During the second Group of Ministers meeting for State Electricity Ministers in Mumbai, Tamil Nadu’s Electricity Minister V. Senthil Balaji announced that the State government has earmarked ₹53,000 crore in subsidies and ₹52,000 crore in loss funding to the Tamil Nadu Power Distribution Corporation Ltd (TNPDCL) over the past four years to ensure a reliable and affordable electricity supply.
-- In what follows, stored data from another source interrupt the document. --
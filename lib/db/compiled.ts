import type { Knex } from 'knex';

// A query built with knex once and then run as its SQL text: for the few queries on every request's path (the user
// lookup, a swing's view), where knex compiling the same builder again cost more than MariaDB answering it
// (scripts/bench-api.ts). The builder is made once with a marker value for each parameter; the SQL text and where
// each parameter goes in its bindings are kept, and each run sends that text with the values in their places.

type Param = number | string | null;

export type CompiledQuery<P extends Param[]> = {
  /** The rows, as knex's builder would give them (mysql2 rows through the connection's typeCast). */
  rows(conn: Knex, ...params: P): Promise<Record<string, unknown>[]>;
  /** The SQL text (tests compare it with the builder's). */
  sql(conn: Knex): string;
};

const MARK = '\u0001stanceline-param-';

/**
 * `build(conn, ...markers)` must treat its parameters as values only (bindings), never as parts of the SQL text or
 * of the query's shape: the text is made once, from markers.
 */
export function compileOnce<P extends Param[]>(arity: P['length'], build: (conn: Knex, ...params: P) => Knex.QueryBuilder): CompiledQuery<P> {
  const cache = new WeakMap<Knex, { sql: string; slots: { param: number; value: unknown }[] }>();
  const compiled = (conn: Knex) => {
    let c = cache.get(conn);
    if (!c) {
      const markers = Array.from({ length: arity }, (_, k) => `${MARK}${k}`) as unknown as P;
      const { sql, bindings } = build(conn, ...markers).toSQL().toNative();
      if (sql.includes(MARK)) throw new Error('compileOnce: a parameter became part of the SQL text');
      const slots = bindings.map((value) => {
        const param = typeof value === 'string' && value.startsWith(MARK) ? Number(value.slice(MARK.length)) : -1;
        return { param, value };
      });
      const used = new Set(slots.map((s) => s.param));
      for (let k = 0; k < arity; k++) if (!used.has(k)) throw new Error(`compileOnce: parameter ${k} is not a binding of the query`);
      c = { sql, slots };
      cache.set(conn, c);
    }
    return c;
  };
  return {
    async rows(conn, ...params) {
      const { sql, slots } = compiled(conn);
      const values = slots.map((s) => (s.param >= 0 ? params[s.param] : s.value));
      const [rows] = (await conn.raw(sql, values as Knex.RawBinding[])) as unknown as [Record<string, unknown>[]];
      return rows;
    },
    sql: (conn) => compiled(conn).sql,
  };
}
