describe('GET /api/swings/:id: stored payload, ETag, 304, gzip', () => {
  const get = (actor: Actor, id: number, etag?: string) => sessions.get(actor)!.fetch(`/api/swings/${id}`, { headers: etag ? { 'if-none-match': etag } : {} });

  it('answers with an ETag and gzip, and 304 with no body for a matching If-None-Match (RFC 9110 13.1.2, 15.4.5)', async () => {
    const first = await get('coach', swingIds[1]);
    expect(first.status).toBe(200);
    const etag = first.headers.get('etag')!;
    expect(etag).toMatch(/^W\/"[^"]+"$/);
    expect(first.headers.get('content-encoding')).toBe('gzip'); // fetch sends Accept-Encoding: gzip and unpacks it
    expect(first.headers.get('cache-control')).toBe('private, no-cache');
    expect(swingViewResponseSchema.parse(await first.json()).swing.id).toBe(swingIds[1]);
    const again = await get('coach', swingIds[1], etag);
    expect(again.status).toBe(304);
    expect(again.headers.get('etag')).toBe(etag);
    expect(await again.text()).toBe('');
    expect((await get('coach', swingIds[1], `"other", ${etag}`)).status).toBe(304);
    const stale = await get('coach', swingIds[1], 'W/"not-this-one"');
    expect(stale.status).toBe(200);
    await stale.arrayBuffer();
  });

  it('gzip (Next compress) only when Accept-Encoding allows it (RFC 9110 12.5.3: q=0 means "not acceptable"), the same JSON either way', async () => {
    const as = (acceptEncoding: string) => sessions.get('coach')!.fetch(`/api/swings/${swingIds[1]}`, { headers: { 'accept-encoding': acceptEncoding } });
    const plain = await as('identity');
    expect(plain.headers.get('content-encoding')).toBeNull();
    const plainText = await plain.text();
    const refused = await as('gzip;q=0, identity');
    expect(refused.headers.get('content-encoding')).toBeNull();
    expect(await refused.text()).toBe(plainText);
    const zipped = await as('br;q=0.5, gzip');
    expect(zipped.headers.get('content-encoding')).toBe('gzip');
    expect(zipped.headers.get('vary')).toMatch(/accept-encoding/i);
    expect(await zipped.text()).toBe(plainText); // fetch unpacks it: gzip must carry exactly the identity bytes
    expect(zipped.headers.get('etag')).toBe(plain.headers.get('etag')); // weak: one validator for both encodings
  });

  it('a correction changes the ETag, and the new body carries the forces at the moved event', async () => {
    const before = await get('coach', swingIds[1]);
    const etag = before.headers.get('etag')!;
    const s = swingViewResponseSchema.parse(await before.json()).swing;
    const top = ev(s, 'top').timeS + 0.03;
    expect((await send('coach', 'PATCH', `/api/swings/${swingIds[1]}`, { events: { top } })).status).toBe(200);
    const after = await get('coach', swingIds[1], etag);
    expect(after.status).toBe(200);
    expect(after.headers.get('etag')).not.toBe(etag);
    const moved = swingViewResponseSchema.parse(await after.json()).swing;
    expect(moved.sensorFrames.find((f) => f.event === 'top')!.timeS).toBeCloseTo(top, 3);
    const stored = await db('swing_payloads').where({ swing_id: swingIds[1] }).first('body');
    expect(JSON.parse(stored.body).sensorFrames.find((f: { event: string }) => f.event === 'top').timeS).toBeCloseTo(top, 3);
    expect((await send('coach', 'PATCH', `/api/swings/${swingIds[1]}`, { resetEvents: ['top'] })).status).toBe(200);
    const reset = await get('coach', swingIds[1], after.headers.get('etag')!);
    expect(reset.status).toBe(200); // the reset moved top back and added an audit row: a new body and validator
    expect(reset.headers.get('etag')).not.toBe(after.headers.get('etag'));
    expect(ev(swingViewResponseSchema.parse(await reset.json()).swing, 'top').timeS).toBe(ev(s, 'top').timeS);
  });

  it('a student never gets another reader’s or another athlete’s payload, not even as a 304', async () => {
    const coachOwn = await get('coach', swingIds[1]);
    const coachEtag = coachOwn.headers.get('etag')!;
    await coachOwn.arrayBuffer();
    // the student's own swing: their own body (no audit, read-only), so a different validator than the coach's
    const mine = await get('student', swingIds[1], coachEtag);
    expect(mine.status).toBe(200);
    expect(mine.headers.get('etag')).not.toBe(coachEtag);
    expect(swingViewResponseSchema.parse(await mine.json()).swing.canEdit).toBe(false);

    // a swing of another athlete (athlete 3 on coach@'s roster, not the student's), its stored payload already built
    const res = await upload(sessions.get('coach')!, { athleteId: 3, sessionId: 6, handedness: 'right', stanceWidthMm: 380 }, [{ name: 'other-athlete.csv', content: golfCsv }]);
    expect(res.status).toBe(202);
    const done = await settled(sessions.get('coach')!, res.body.recordings[0].id);
    const otherId = done.swings[0].id as number;
    expect(await db('swing_payloads').where({ swing_id: otherId }).first('swing_id')).toBeTruthy();
    const other = await get('coach', otherId);
    const otherEtag = other.headers.get('etag')!;
    await other.arrayBuffer();
    for (const actor of ['student', 'coach2'] as const) {
      const r = await get(actor, otherId, otherEtag);
      expect(r.status, actor).toBe(404); // the same answer as an unknown id (DEVELOPERS.md "Conventions")
      expect(r.headers.get('etag')).toBeNull();
      expect(JSON.stringify(await r.json())).not.toContain('series');
    }
    const anonymous = await get('none', otherId, otherEtag);
    expect(anonymous.status).toBe(401);
    expect(anonymous.headers.get('etag')).toBeNull();
    await anonymous.arrayBuffer();
  });
});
He called for a reduction in loan interest rates from the Rural Electrification Corporation (REC) and Power Finance Corporation (PFC) by at least 1.5 percent, updates to net metering policies for rooftop solar installations, and lower trading margins for the Solar Energy Corporation of India (SECI). Furthermore, he requested a restructuring of the Interstate Transmission System (ISTS) charge pooling for renewable energy, storage, and green hydrogen, which would promote equitable cost distribution among States. Balaji also sought the expedited approval of Tamil Nadu’s ₹3,200 crore system modernization initiative under the Revamped Distribution Sector Scheme (RDSS) and national acknowledgment for the Raigarh–Pugalur–Thrissur high-voltage direct current (HVDC) transmission project.
Last year, the State government undertook a reorganization of TANGEDCO, creating distinct entities for generation, green energy, and distribution.
The rising costs associated with power purchases and interest continue to put pressure on TNPDCL’s finances. To tackle this, the State has successfully integrated artificial intelligence technology for demand forecasting and day-ahead power procurement, enhancing cost efficiency. These initiatives have contributed to a reduction in Aggregate Technical and Commercial (AT&C) losses from 19.47 percent in 2017-18 to 11.39 percent in 2023-24, translating into significant financial savings. Negotiations have also led to a 0.5 percent reduction in loan interest rates from PFC and REC, relieving some financial strain.
Improvements in payment discipline have decreased the average payable days from 146 to 48, significantly lowering late payment surcharges. These efforts have helped narrow the gap between Average Cost of Supply (ACS) and Average Revenue Realized (ARR) to just 8 paise per unit, thereby enhancing the financial stability of TNPDCL.
Balaji also highlighted Tamil Nadu’s ambitious goal of developing 20,000 MW of energy storage capacity through pumped storage hydroelectric projects and battery energy storage systems. This initiative aims to maximize the use of surplus solar energy while reducing electricity costs during peak demand times.
To sustain growth in the power sector and facilitate grid decarbonization, substantial investments will be necessary. Estimates suggest that over ₹2,00,000 crore will be required for generation, transmission, storage, and distribution over the next five to seven years. Addressing this challenge will require collaboration between government entities and private sector stakeholders, Balaji concluded.